June 3, 2016
A Better Virginia Economy for All
We believe Virginia needs an economy that works for us all, not just a few. Where every Virginian who works hard can support their family and build a brighter future. Yet for too many in our commonwealth, that opportunity is out of reach.
In order to foster broad-based prosperity and a thriving middle class, to create jobs today and an economy that continues growing far into the future, our state needs to adopt policies that lead to strategic investments, integrate the economically and socially marginalized, and eliminate unnecessary barriers to employment and innovation. By adopting these policies Virginia can become a place where truly everyone who works hard can get ahead. Here are some key ideas on how to make progress.

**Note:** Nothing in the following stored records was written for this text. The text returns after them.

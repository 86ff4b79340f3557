import { ammoniaEquilibrium, ammoniaOverCondensate } from './deviations-ammonia.ts';
import { bubblePointRows } from './deviations-bubble-points.ts';
import { chemistryRows } from './deviations-chemistry.ts';
import { convergenceCounts, tearRow } from './deviations-convergence.ts';
import { converterRows } from './deviations-converters.ts';
import { machineRows } from './deviations-machines.ts';
import { propertyRows } from './deviations-properties.ts';
import { recycleDeviations } from './deviations-recycle-examples.ts';
import { refrigerationRows } from './deviations-refrigeration.ts';
import { summaryTable } from './deviations-row.ts';

/**
 * How far Looptally's numbers lie from published ones, as Markdown: every figure is computed here and now, so that
 * what README says of it cannot grow old. tests/readme.test.ts compares, or writes it with UPDATE_README=1.
 */
export function deviations(): string {
  const summary = summaryTable([
    ...propertyRows(),
    ...bubblePointRows(),
    ...chemistryRows(),
    ...machineRows(),
    ...refrigerationRows(),
    ...converterRows(),
    {
      what: 'recycle and purge examples of textbooks, five loops',
      source:
        'Narayanan & Lakshmikutty 10.22; Ghoshal and others 3.14; Felder & Rousseau ch. 4 (from memory) and 4.7-3; a course notebook',
      unit: '%',
      deviations: recycleDeviations(),
      remark: 'answers printed to three or four digits',
    },
    tearRow(),
  ]);
  return [
    ammoniaEquilibrium(),
    ammoniaOverCondensate(),
    '**Everything else.** Mean of the sizes and worst value; % of the published value unless another unit stands there.',
    summary,
    convergenceCounts(),
  ].join('\n\n');
}
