import { z } from 'zod';
import { copyStream, type StreamState } from '../model/stream.ts';
import { count, fraction, plainNumber, quantity } from '../units/schema.ts';
import type { BlockFault, BlockKind, SettingsFault } from './block.ts';
import { exactlyOne } from './checks.ts';
import { hotDischarge, type IdleCooler, idleIntercooling, liquidAtSuction } from './compressor-warnings.ts';
import { createKnockOut } from './knock-out.ts';
import { createMachineStage, type MachineStage } from './machine-stage.ts';
import { followPressure, keepFlows } from './outlet-slopes.ts';
import { quietReport } from './report.ts';
import { stageRatio } from './stage-ratio.ts';
import { carryAlongTrain, type Train } from './train-slopes.ts';

const settings = z.strictObject({
  pressure: quantity('pressure', { description: 'discharge pressure' }).optional(),
  ratio: plainNumber({ min: 1, description: 'discharge over suction pressure', examples: [1.05] }).optional(),
  pressure_rise: quantity('pressureDifference', {
    min: 0,
    description: 'discharge less suction pressure',
    examples: ['12 bar'],
  }).optional(),
  efficiency: fraction({
    min: 0.05,
    description: 'isentropic efficiency of each stage, 75 % if left out',
    examples: ['78 %'],
  }).optional(),
  polytropic_efficiency: fraction({
    min: 0.4,
    description: 'polytropic efficiency of each stage, instead of the isentropic one',
    examples: ['82 %'],
  }).optional(),
  stages: count({
    max: 12,
    description: 'number of stages of equal pressure ratio, 1 if left out',
    examples: [3],
  }).optional(),
  intercooling: quantity('temperature', {
    description: 'temperature behind the coolers between stages; not cooled if left out',
    examples: ['40 degC'],
  }).optional(),
  pressure_drop_per_cooler: quantity('pressureDifference', {
    min: 0,
    description: 'pressure lost in each cooler between stages, none if left out',
    examples: ['0.5 bar'],
  }).optional(),
  knock_out: z
    .boolean()
    .meta({
      description: 'take out what condenses between stages, by the outlet condensate; false if left out',
    })
    .optional(),
  drive_efficiency: fraction({
    min: 0.05,
    description: 'shaft power over power drawn, 100 % if left out',
    examples: ['95 %'],
  }).optional(),
  discharge_limit: quantity('temperature', {
    description: 'a stage hotter than this is warned of, 232 degC if left out',
    examples: ['150 degC'],
  }).optional(),
});
type Settings = z.infer<typeof settings>;

/** Isentropic efficiency where none is given. @source common practice for centrifugal machines, 72–85 % */
const EFFICIENCY = 0.75;
/**
 * Compressor: one inlet, one outlet at a higher pressure; with `knock_out` a second outlet `condensate`.
 *
 * Settings: one of `pressure` [Pa], `ratio` [-], `pressure_rise` [Pa]; `efficiency` (isentropic, of each
 * stage) or `polytropic_efficiency`; `stages` of equal pressure ratio; `intercooling` [K] between stages with
 * `pressure_drop_per_cooler` [Pa] and `knock_out`; `drive_efficiency`; `discharge_limit` [K].
 * Balance: each stage takes its work adiabatically (see machine-stage.ts); the coolers take out heat between
 * stages; the liquid that the drums behind them take out is let down to the first drum and leaves there (see
 * knock-out.ts). Power drawn = shaft power / drive efficiency; drive losses are not given to the process.
 *
 * Inside a recycle the suction pressure is a guess, and may be above a set `pressure` before the recycle has come round: the
 * gas is then let down as by a valve. If it is still so when the loop has closed, that is a fault.
 */
export const compressor: BlockKind<Settings> = {
  kind: 'compressor',
  summary: 'raises the pressure of a gas, in one or more stages',
  settings,
  models: () => ['real isentrope by the entropies of the mixture'],
  ports: ({ knock_out }) => ({ inlets: ['in'], outlets: knock_out ? ['out', 'condensate'] : ['out'] }),
  check: (setting) => [
    ...exactlyOne(setting, {
      pressure: 'pressure: 200 bar',
      ratio: 'ratio: 1.05',
      pressure_rise: 'pressure_rise: 12 bar',
    }),
    ...twoEfficiencies(setting),
    ...coolingWithoutStages(setting),
    ...withoutCoolers(setting),
  ],
  passes: (setting, outlet, _, role) => {
    if (!setting.knock_out) return true;
    return outlet === 'condensate' ? role !== 'gas' : role !== 'solid';
  },
  mayHoldBack: ({ pressure }) => pressure !== undefined,
  asksForHeat: (setting, asked) => asked || setting.knock_out === true,
  create(setting, { mixture }) {
    const machines: MachineStage[] = [];
    /** by stage: is it cooled before it? */
    const cooled: boolean[] = [];
    const drums = createKnockOut(mixture);
    let shaftW = 0;
    let coolingW = 0;
    let hottestK = 0;
    let wetAtInlet = false;
    let wetBetween = false;
    let idleCooler: IdleCooler | null = null;
    /** that let the pressure down and cooled nothing */
    let idleDrop = false;
    let ratio = 1;
    /** suction pressure above that of the discharge, which lets the gas down; null where the machine compresses [Pa] */
    let aboveDischargePa: number | null = null;
    return {
      pass([inlet], [out, condensate]) {
        const stages = setting.stages ?? 1;
        const drop = setting.intercooling === undefined ? 0 : (setting.pressure_drop_per_cooler ?? 0);
        shaftW = 0;
        coolingW = 0;
        hottestK = 0;
        idleCooler = null;
        idleDrop = false;
        wetAtInlet = inlet!.vapourFraction < 1;
        wetBetween = false;
        copyStream(inlet!, out!);
        drums.start();
        const target = dischargePressure(setting, inlet!.pressurePa);
        if (target < inlet!.pressurePa * (1 - 1e-9)) {
          aboveDischargePa = inlet!.pressurePa;
          out!.pressurePa = target;
          mixture.settleAtEnthalpy(out!, inlet!.enthalpyW);
          if (condensate) drums.collect(condensate, out!.temperatureK, target);
          return;
        }
        aboveDischargePa = null;
        ratio = stageRatio(inlet!.pressurePa, target, stages, drop);
        let firstDrumPa = inlet!.pressurePa;
        for (let k = 1; k <= stages; k++) {
          if (k > 1) {
            coolBetween(out!, k, drop);
            if (setting.knock_out) drums.drain(out!);
            else wetBetween ||= !wetAtInlet && out!.vapourFraction < 1;
            if (k === 2) firstDrumPa = out!.pressurePa;
          }
          const pressurePa = k === stages ? target : out!.pressurePa * ratio;
          shaftW += compress(k, out!, pressurePa);
          hottestK = Math.max(hottestK, out!.temperatureK);
        }
        if (condensate) drums.collect(condensate, setting.intercooling ?? out!.temperatureK, firstDrumPa);
      },
      ...(setting.knock_out ? {} : { passFlows }),
      slopes(_, __, { width, of: [[matrix]], flowsOnly }) {
        const pressureSlope = setting.ratio ?? (setting.pressure_rise === undefined ? 0 : 1);
        if (flowsOnly && !setting.knock_out) {
          keepFlows(matrix, mixture.size);
          followPressure(matrix, mixture.size, pressureSlope);
          return true;
        }
        if (setting.knock_out || idleDrop || aboveDischargePa !== null) return false;
        for (let i = 0; i < width; i++) matrix[i * width + i] = 1;
        const train: Train = {
          stages: machines.slice(0, setting.stages ?? 1),
          ratio,
          pressureSlope,
          cools: (stage) => cooled[stage],
        };
        return carryAlongTrain(train, mixture.size, matrix);
      },
      report(_, outlets) {
        const drawnW = shaftW / (setting.drive_efficiency ?? 1);
        return quietReport({
          dutyW: coolingW,
          powerW: drawnW,
          driveLossW: drawnW - shaftW,
          details: {
            shaft_power_kW: shaftW / 1e3,
            stages: setting.stages ?? 1,
            discharge_K: hottestK,
            intercooling_duty_kW: coolingW / 1e3,
            ...(outlets[1] ? { condensate_kmol_h: mixture.total(outlets[1]) * 3.6 } : {}),
          },
          faults: aboveDischargePa === null ? [] : [fallingPressure(setting.pressure!, aboveDischargePa)],
          warnings: [
            ...(wetAtInlet
              ? [liquidAtSuction('enters a stage; take it out before it with a condenser')]
              : []),
            ...(wetBetween
              ? [liquidAtSuction('condenses between stages; take it out with knock_out: true')]
              : []),
            ...(idleCooler ? [idleIntercooling(idleCooler, setting.intercooling!)] : []),
            ...hotDischarge(hottestK, setting.discharge_limit),
          ],
          assumptions: [
            ...(setting.efficiency === undefined && setting.polytropic_efficiency === undefined
              ? [`Isentropic efficiency ${100 * EFFICIENCY} % (common practice; none given).`]
              : []),
            ...(setting.drive_efficiency === undefined
              ? ['Power is that of the shaft: no drive efficiency is given.']
              : []),
          ],
        });
      },
    };

    function passFlows([inlet]: readonly StreamState[], [out]: readonly StreamState[]): void {
      out!.flowsMolPerS.set(inlet!.flowsMolPerS);
      out!.pressurePa = dischargePressure(setting, inlet!.pressurePa);
    }

    function compress(k: number, stream: StreamState, pressurePa: number): number {
      machines[k - 1] ??= createMachineStage(mixture);
      const stage = machines[k - 1];
      return setting.polytropic_efficiency === undefined
        ? stage.compress(stream, pressurePa, setting.efficiency ?? EFFICIENCY, 'isentropic')
        : stage.compress(stream, pressurePa, setting.polytropic_efficiency, 'polytropic');
    }

    /** The cooler before stage k. One set hotter than the discharge it is to cool does nothing. */
    function coolBetween(stream: StreamState, k: number, drop: number): void {
      cooled[k] = setting.intercooling !== undefined && setting.intercooling < stream.temperatureK;
      if (setting.intercooling === undefined) return;
      const before = stream.enthalpyW;
      stream.pressurePa -= drop;
      if (cooled[k]) {
        stream.temperatureK = setting.intercooling;
        mixture.settle(stream);
        coolingW += stream.enthalpyW - before;
        return;
      }
      if (mixture.total(stream) > 0) idleCooler ??= { behind: k - 1, dischargeK: stream.temperatureK };
      idleDrop ||= drop > 0;
      if (drop > 0) mixture.settleAtEnthalpy(stream, before);
    }
  },
};

function dischargePressure(setting: Settings, inletPa: number): number {
  return (
    setting.pressure ?? (setting.ratio ? inletPa * setting.ratio : inletPa + (setting.pressure_rise ?? 0))
  );
}

/** Only a set pressure can lie below the suction: ratio and rise are 1 and 0 at least. */
function fallingPressure(dischargePa: number, suctionPa: number): BlockFault {
  return {
    code: 'pressure-fall',
    path: ['pressure'],
    what: `The compressor is set to ${(dischargePa / 1e5).toFixed(3)} bar, below its suction of ${(suctionPa / 1e5).toFixed(3)} bar.`,
    why: 'a compressor raises the pressure',
    mend: 'raise the discharge pressure, or use a valve',
  };
}

function coolingWithoutStages(setting: Settings): SettingsFault[] {
  if (setting.intercooling === undefined || (setting.stages ?? 1) > 1) return [];
  return [
    {
      path: ['intercooling'],
      code: 'idle-setting',
      what: 'Intercooling is set on a compressor of one stage.',
      why: 'coolers stand between stages, and there is only one',
      mend: 'set stages to 2 or more, or take intercooling out and put a heater behind the compressor',
    },
  ];
}

function withoutCoolers(setting: Settings): SettingsFault[] {
  if (setting.intercooling !== undefined) return [];
  return (['knock_out', 'pressure_drop_per_cooler'] as const)
    .filter((key) => setting[key])
    .map((key) => ({
      path: [key],
      code: 'idle-setting',
      what: `${key} is set on a compressor without intercooling.`,
      why: 'it belongs to the coolers between stages, and there are none',
      mend: `add intercooling, e.g. intercooling: 40 degC, with stages: 2 or more, or take ${key} out`,
    }));
}

function twoEfficiencies(setting: Settings): SettingsFault[] {
  if (setting.efficiency === undefined || setting.polytropic_efficiency === undefined) return [];
  return [
    {
      path: ['polytropic_efficiency'],
      code: 'too-many-settings',
      what: 'efficiency and polytropic_efficiency are given together.',
      why: 'each of them fixes the work of a stage',
      mend: 'keep one and take out the other',
    },
  ];
}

Ensure potholes, delays, and crumbling schools aren’t holding back Virginia
Improving the quality of Virginia’s infrastructure, from airports and rail to schools and water systems, is essential for creating a more productive economy. And with borrowing costs near historic lows and construction employment well below pre-recession levels, there is no better time than now. The governor and legislature were right to seize this moment to make investments in Virginia’s future, but more can be done. Spending on infrastructure creates construction jobs in the short run, and in the long run it supports business growth, economic productivity, efficiency, safety, and quality of life.
Tear down unnecessary barriers to employment
Some occupational licenses are important for protecting employers, employees, and customers, but others are used to stifle competition and create barriers for workers trying to find jobs. A survey by the Institute for Justice found the educational/experience requirements for 102 lower-and middle-skill occupations averaged 462 days in Virginia, which is more than all but seven states. Similarly, non-compete agreements by companies like Jimmy John’s can create barriers for low-skill workers looking to find different or better opportunities. Virginia should more rigorously review new and existing occupational licenses, reduce education and experience requirements where appropriate, and make it easier for licenses to transfer across state lines.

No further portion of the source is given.